## Your assignment
Transcribe exactly the lines that begin the material and continue through the line containing "const target = 0.1". Leave out whatever follows.

## Supplied information
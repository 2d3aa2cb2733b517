import { gradientLaw } from '../seeking/gradient-law.js';
import type { SeekingInput } from '../seeking/seeking-law.js';
import { SeededNoise } from '../signals/seeded-noise.fixture.js';
import { sizeSeeking, type SeekingSize, type SizingRequest } from './size-seeking.js';

export interface SizedPlant {
  scanS: number;
  timeConstantS: number;
  noise: number;
  curvature: number;
  lossAllowed: number;
  driftPerS?: number;
}

export interface Simulated {
  size: SeekingSize;
  /** As the prediction defines them; the loss is that by dither and scatter together. */
  convergenceS: number;
  loss: number;
  estimateNoise: number;
  gradientNoise: number;
  /** Mean distance behind the best point, after convergence. */
  lag: number;
}

/** Where the estimate begins, in dither amplitudes on either side of the best point. */
const startAmplitudes = 3;
const seeds = 2;
/** Time constants of the loop over which the steady state is looked at, in each run. */
const steadyTimes = 60;

/** Runs the gradient law as it was sized on a first-order plant behind −½·f''·(θ − θ*)², with white noise. */
export function simulateSized(plant: SizedPlant): Simulated {
  const { timeConstantS, ...rest } = plant;
  const request: SizingRequest = { ...rest, timeConstantsS: [timeConstantS] };
  const size = sizeSeeking(request);
  // With the same noise from both sides half of the difference is the way, and the scatter falls out.
  const pairs = Array.from({ length: seeds }, (_, seed) =>
    [1, -1].map((side) => runOnce(plant, size, seed + 1, side * startAmplitudes * size.amplitude)),
  );
  const runs = pairs.flat();
  const mean = (of: (run: Run) => number) => runs.reduce((sum, run) => sum + of(run), 0) / runs.length;
  const wayAt = (i: number) =>
    pairs.reduce((sum, [above, below]) => sum + ((above?.path[i] ?? NaN) - (below?.path[i] ?? NaN)) / 2, 0) /
    seeds;
  const target = 0.1 * startAmplitudes * size.amplitude;
  const crossing = runs[0]?.path.findIndex((_, i) => Math.abs(wayAt(i)) < target) ?? -1;
  return {
    size,
    convergenceS: (crossing + 1) * plant.scanS,
    loss: mean((run) => run.loss),
    estimateNoise: Math.sqrt(mean((run) => run.variance)),
    gradientNoise: Math.sqrt(mean((run) => run.gradientVariance)),
    lag: mean((run) => run.lag),
  };
}

interface Run {
  path: number[];
  loss: number;
  variance: number;
  gradientVariance: number;
  lag: number;
}

function runOnce(plant: SizedPlant, size: SeekingSize, seed: number, start: number): Run {
  const { scanS, timeConstantS, noise, curvature, driftPerS = 0 } = plant;
  const { amplitude, periodS, gain, phaseRad, washoutRatio, lowPassRatio, predicted, margins, speedMax } =
    size;
  const random = new SeededNoise(seed);
  const box = 1e6 * amplitude;
  const law = gradientLaw.parametersSchema.parse({
    axes: [{ min: -box, max: box, amplitude, periodS, phaseRad, gain, speedMax }],
    washoutRatio,
    lowPassRatio,
  });
  const state = gradientLaw.init(law, [start]);
  const kept = Math.exp(-scanS / timeConstantS);
  const input: SeekingInput = { objective: 0, isValid: true };
  const rateS = (margins.ditherOverAdaptation * periodS) / (2 * Math.PI);
  const seekScans = Math.ceil((2 * predicted.convergenceS + 5 * rateS) / scanS);
  const steadyScans = Math.ceil((steadyTimes * rateS) / scanS);
  const path: number[] = [];
  const steady = new Steady();
  let [best, answer] = [0, -(curvature / 2) * start ** 2];
  for (let i = 0; i < seekScans + steadyScans; i += 1) {
    const distance = (state.estimate[0] ?? NaN) + (state.dither[0] ?? NaN) - best;
    const value = -(curvature / 2) * distance * distance;
    answer = kept * answer + (1 - kept) * value;
    input.objective = answer + noise * random.normal();
    gradientLaw.step(state, input, scanS);
    best += driftPerS * scanS;
    const error = (state.estimate[0] ?? NaN) - best;
    if (i < seekScans) path.push(error);
    else steady.add(error, -value, state.signals[3] ?? NaN);
  }
  return { path, ...steady.result() };
}

class Steady {
  private count = 0;
  private sums = { error: 0, square: 0, loss: 0, slope: 0, slopeSquare: 0 };

  add(error: number, loss: number, slope: number): void {
    this.count += 1;
    this.sums.error += error;
    this.sums.square += error * error;
    this.sums.loss += loss;
    this.sums.slope += slope;
    this.sums.slopeSquare += slope * slope;
  }

  result(): Omit<Run, 'path'> {
    const { error, square, loss, slope, slopeSquare } = this.sums;
    const n = this.count;
    return {
      loss: loss / n,
      variance: square / n,
      gradientVariance: slopeSquare / n - (slope / n) ** 2,
      lag: -error / n,
    };
  }
}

## Task output
repository 2d3aa2cb2733b517
import { gradientLaw } from '../seeking/gradient-law.js';
import type { SeekingInput } from '../seeking/seeking-law.js';
import { SeededNoise } from '../signals/seeded-noise.fixture.js';
import { sizeSeeking, type SeekingSize, type SizingRequest } from './size-seeking.js';

export interface SizedPlant {
  scanS: number;
  timeConstantS: number;
  noise: number;
  curvature: number;
  lossAllowed: number;
  driftPerS?: number;
}

export interface Simulated {
  size: SeekingSize;
  /** As the prediction defines them; the loss is that by dither and scatter together. */
  convergenceS: number;
  loss: number;
  estimateNoise: number;
  gradientNoise: number;
  /** Mean distance behind the best point, after convergence. */
  lag: number;
}

/** Where the estimate begins, in dither amplitudes on either side of the best point. */
const startAmplitudes = 3;
const seeds = 2;
/** Time constants of the loop over which the steady state is looked at, in each run. */
const steadyTimes = 60;

/** Runs the gradient law as it was sized on a first-order plant behind −½·f''·(θ − θ*)², with white noise. */
export function simulateSized(plant: SizedPlant): Simulated {
  const { timeConstantS, ...rest } = plant;
  const request: SizingRequest = { ...rest, timeConstantsS: [timeConstantS] };
  const size = sizeSeeking(request);
  // With the same noise from both sides half of the difference is the way, and the scatter falls out.
  const pairs = Array.from({ length: seeds }, (_, seed) =>
    [1, -1].map((side) => runOnce(plant, size, seed + 1, side * startAmplitudes * size.amplitude)),
  );
  const runs = pairs.flat();
  const mean = (of: (run: Run) => number) => runs.reduce((sum, run) => sum + of(run), 0) / runs.length;
  const wayAt = (i: number) =>
    pairs.reduce((sum, [above, below]) => sum + ((above?.path[i] ?? NaN) - (below?.path[i] ?? NaN)) / 2, 0) /
    seeds;
  const target = 0.1 * startAmplitudes * size.amplitude;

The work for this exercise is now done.